Plus, Bloomberg journos weren't born yesterday. This story must've been vetted
to the highest levels...looks like they've been working for a year or so on
it. It's not like they heard it at Starbucks while waiting in line. They are
sources and sources.

Now a nation state can provide multiple sources from different alphabet
agencies to Bloomberg.

------
writepub
Bloomberg needs to make a statement about all of this, either doubling down or
issuing an apology. Either ways, we need a follow up and conclusion. Can we
HN-ers tweet-request them (politely) to follow up?

------
aylmao
This article sounded a bit weird to me from the technical level, but I just
assumed it could be lack of clear understanding on the nitty-gritty from the
journalist, or just me not knowing about hardware enough to know what's
possible and how.

Given this is all getting a little fishy I'll share what had me thinking:

1\. The article mentions "they were capable of doing two very important
things: telling the device to communicate with one of several anonymous
computers elsewhere on the internet..."

Servers tend to run on VPNs.
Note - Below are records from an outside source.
"""Whole beams, built as IFC models and rated by the whole program.

What is expected is published where a published figure exists, and worked out here from first
principles where not: nothing of the program's formulas is used. N, mm, MPa.
"""

from __future__ import annotations

import math
from collections.abc import Callable, Sequence
from dataclasses import dataclass
from pathlib import Path
from typing import Any

import numpy as np
import pytest
import yaml
from scipy import integrate, optimize

from tests.models import (
    BEARINGS,
    SIZES,
    Layer,
    MadeBeam,
    Outline,
    Setting,
    Ties,
    answers,
    brief,
    load,
    model,
    rate_model,
    rectangle,
    state,
    tee,
)

PUBLISHED = Path(__file__).parent / "published"
EXACT = 1e-6
"""Both sides are worked out in full"""

LENGTH, SPAN = 6300.0, 6000.0
"""Of a simple beam on bearings of 300 mm: the span runs between their middles"""
HALF_BEARING = 150.0
TIES = "2 legs 10M @ 200"
FIXED = '[[supports]]\nbeams = ["*"]\nstart = "fixed"\nend = "fixed"\n'
CANTILEVER = '[[supports]]\nbeams = ["*"]\nstart = "fixed"\nend = "free"\n'


def rated(folder: Path, beam: MadeBeam, text: str, strength: float = 30.0) -> dict[str, Any]:
    run = rate_model(folder, model(beam, setting=Setting(strength=strength)), text)
    return answers(run)[beam.mark]


def simple_beam(outline: Outline, bottom: str, stirrups: str = TIES, top: str = "none") -> MadeBeam:
    notation = {"TopBars": top, "BottomBars": bottom, "Stirrups": stirrups}
    return MadeBeam(outline, LENGTH, notation=notation)


# First principles ------------------------------------------------------------------------------

PHI_C, PHI_S, STEEL_MODULUS, CRUSHING = 0.65, 0.85, 200e3, 0.0035
"""CSA A23.3-14: 8.4.2, 8.4.3, 8.5.4.1, 10.1.3"""


@dataclass(frozen=True)
class Steel:
    area: float
    depth: float
    """From the compressed face"""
This being a dormant backdoor is believable, but
then the article mentions:

> "American investigators eventually figured out who else had been hit. Since
> the implanted chips were designed to ping anonymous computers on the
> internet for further instructions, operatives could hack those computers to
> identify others who’d been affected."

Which makes me believe the devices were active and somehow circumvented
corporate VPNs. I'm unsure how undetectable this could be using the system's
network stack (or if it would be possible at all)-- would the claim then be
that this tiny device shipped with a whole TCP/IP layer and some sort of very
powerful wireless capability?

2\. It continues with: "and preparing the device’s operating system to accept
this new code"

Is this possible? Where would a device like this need to be wired to be able
to write to memory with some arbitrary payload to do this? From the pictures
it looks like it has 6 pins maximum-- could this do? If so, wouldn't this mean
this device would need to do some next-level signal processing that would
probably require advanced computation? Could said computation be done by a
processing unit that fits the size of this chip?

Moreover, assuming it takes control of the OS independently would imply
there's some decent amounts of memory in here, to hold the payload, etc. no?
But if it's just a backdoor that doesn't take control of the OS, then how is
it communicating over the internet with other machines like the article
claims?

Again, I might be wrong and things that I don't think possible might. I'm
mostly just curious to know if my intuition is too naive. Please comment below
if you know more about these things than I do.

EDIT: I was really disappointed that the article itself didn't go into these
technicalities, because IMO this would be an impressive feat and newsworthy by
itself. The lack of alternative coverage in sources more close to technical
expertise was weird to me.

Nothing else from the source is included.